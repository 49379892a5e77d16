import { useState } from 'react';
import { Link, useLocation, useParams } from 'react-router-dom';
import { stateLabels } from '@shared/catalogue/workflow';
import { Alert } from '@/components/alert';
import { Button, buttonClasses } from '@/components/button';
import { PageHeader } from '@/components/page-header';
import { PageSpinner } from '@/components/spinner';
import { FacsimilePane } from '@/features/facsimiles/components/facsimile-pane';
import { useSource } from '@/features/sources/api/get-source';
import { errorMessage, isApiError } from '@/lib/api';
import { useExcerpt } from '../api/get-excerpt';
import { BesideFacsimile } from '../components/beside-facsimile';
import { ExcerptAsideSlots } from '../components/excerpt-aside-slots';
import { CitePanel } from '@/features/citations';
import { AddToProgrammeButton } from '@/features/programmes';
import { ExcerptCitation } from '../components/excerpt-citation';
import { ExcerptTags } from '../components/excerpt-tags';
import { ExcerptText } from '../components/excerpt-text';

/** /excerpts/:id: a passage beside its facsimile page, with its tags, credit and citation. */
export function Component() {
  const { id = '' } = useParams();
  const location = useLocation();
  const notice = (location.state as { notice?: string } | null)?.notice;
  const excerpt = useExcerpt(id);
  const source = useSource(excerpt.data?.data.source.id ?? '');
  const [page, setPage] = useState<number | null>(null);

  if (excerpt.isPending) return <PageSpinner label="Loading the excerpt…" />;
  if (excerpt.isError) {
    const missing = isApiError(excerpt.error) && excerpt.error.status === 404;
    return (
      <Alert
        tone="danger"
        title={missing ? 'No such excerpt' : 'The excerpt could not be loaded'}
        action={missing ? <Link to="/sources">All sources</Link> : <Button variant="secondary" onClick={() => void excerpt.refetch()}>Try again</Button>}
      >
        {missing ? 'It may not be approved yet, or the link is mistyped.' : errorMessage(excerpt.error)}
      </Alert>
    );
  }

  const { data, abilities } = excerpt.data;
  const facsimiles = source.data?.data.facsimiles ?? [];
  const text = (
    <article className="space-y-8">
      {notice && <Alert tone="success">{notice}</Alert>}
      {(data.status !== 'approved' || abilities.update) && (
        <div className="flex flex-wrap items-center gap-3">
          {data.status !== 'approved' && <span className="text-sm text-ink-muted">State: {stateLabels[data.status]}</span>}
          {abilities.update && (
            <Link to={`/excerpts/${data.id}/edit`} className={buttonClasses('secondary', 'sm')}>
              Edit excerpt
            </Link>
          )}
        </div>
      )}
      <ExcerptText excerpt={data} />
      <section aria-labelledby="tags-heading" className="rounded-soft border border-rule bg-paper-raised p-4">
        <h2 id="tags-heading" className="mb-3 font-serif text-xl font-medium">
          Tags
        </h2>
        <ExcerptTags excerpt={data} />
      </section>
      <section aria-labelledby="cite-heading">
        <h2 id="cite-heading" className="mb-2 font-serif text-xl font-medium">
          Source and credit
        </h2>
        <ExcerptCitation excerpt={data} />
      </section>
      <ExcerptAsideSlots
        cite={data.approvedVersion ? <CitePanel target={{ kind: 'excerpt', id: data.id }} /> : null}
        programme={data.approvedVersion ? <AddToProgrammeButton excerptId={data.id} locator={data.locator.label} quotation={data.translation ?? data.diplomatic} sourceTitle={data.source.title} /> : null}
      />
    </article>
  );

  return (
    <>
      <PageHeader
        eyebrow={<Link to={`/sources/${data.source.id}`}>{data.source.title}</Link>}
        title={`${data.locator.label} · ${data.source.title}`}
        description={<span className="figures">{data.date.label}</span>}
      />
      {facsimiles.length > 0 ? (
        <BesideFacsimile
          facsimile={
            <FacsimilePane facsimiles={facsimiles} page={page ?? data.facsimilePage ?? 1} onPageChange={setPage} className="flex h-full flex-col" />
          }
        >
          {text}
        </BesideFacsimile>
      ) : (
        <div className="max-w-reading">{text}</div>
      )}
    </>
  );
}
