import { useState } from 'react';
import { Link, useNavigate, useParams } from 'react-router-dom';
import { Alert } from '@/components/alert';
import { Button } from '@/components/button';
import { PageHeader } from '@/components/page-header';
import { PageSpinner } from '@/components/spinner';
import { FacsimilePane } from '@/features/facsimiles/components/facsimile-pane';
import { useSource } from '@/features/sources/api/get-source';
import { errorMessage } from '@/lib/api';
import { useExcerpt } from '../api/get-excerpt';
import { BesideFacsimile } from '../components/beside-facsimile';
import { ExcerptForm } from '../components/excerpt-editor/excerpt-form';

/** /excerpts/:id/edit */
export function Component() {
  const { id = '' } = useParams();
  const navigate = useNavigate();
  const excerpt = useExcerpt(id);
  const sourceId = excerpt.data?.data.source.id ?? '';
  const source = useSource(sourceId);
  const [page, setPage] = useState<number | null>(null);

  if (excerpt.isPending) return <PageSpinner label="Loading the excerpt…" />;
  if (excerpt.isError) {
    return (
      <Alert tone="danger" title="The excerpt could not be loaded" action={<Button variant="secondary" onClick={() => void excerpt.refetch()}>Try again</Button>}>
        {errorMessage(excerpt.error)}
      </Alert>
    );
  }
  const { data, abilities } = excerpt.data;
  const header = (
    <PageHeader
      eyebrow={
        <>
          <Link to={`/sources/${data.source.id}`}>{data.source.title}</Link> · <Link to={`/excerpts/${data.id}`}>{data.locator.label}</Link>
        </>
      }
      title="Edit excerpt"
      description={
        data.status !== 'approved'
          ? `Version ${data.version}.`
          : abilities.publish
            ? 'This excerpt is approved: your changes make a new version for review, or, as an editor, you may publish a correction at once.'
            : 'This excerpt is approved: your changes make a new version for review.'
      }
    />
  );
  if (!abilities.update) {
    return (
      <>
        {header}
        <Alert tone="info" title="This excerpt cannot be edited now">
          It may be awaiting review, or belong to someone else. <Link to={`/excerpts/${data.id}`}>Back to the excerpt</Link>.
        </Alert>
      </>
    );
  }
  const facsimiles = source.data?.data.facsimiles ?? [];
  const currentPage = page ?? data.facsimilePage ?? 1;
  const form = (
    <ExcerptForm
      key={data.id}
      source={{ id: data.source.id, languages: data.source.languages, dateLabel: data.source.date.label }}
      excerpt={data}
      canPublish={abilities.publish}
      currentPage={facsimiles.length ? currentPage : null}
      onSaved={(saved) => navigate(`/excerpts/${saved.id}`, { state: { notice: 'Your changes were saved.' } })}
      onCancel={() => navigate(`/excerpts/${data.id}`)}
    />
  );
  return (
    <>
      {header}
      {facsimiles.length > 0 ? (
        <BesideFacsimile facsimile={<FacsimilePane facsimiles={facsimiles} page={currentPage} onPageChange={setPage} className="flex h-full flex-col" />}>
          {form}
        </BesideFacsimile>
      ) : (
        <div className="max-w-3xl">{form}</div>
      )}
    </>
  );
}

TASK REQUIREMENTS: Show all lines in the records above that hold "router".

THE COMPLETED TASK:
import { Link, useLocation, useParams } from 'react-router-dom';
import { Link, useNavigate, useParams } from 'react-router-dom';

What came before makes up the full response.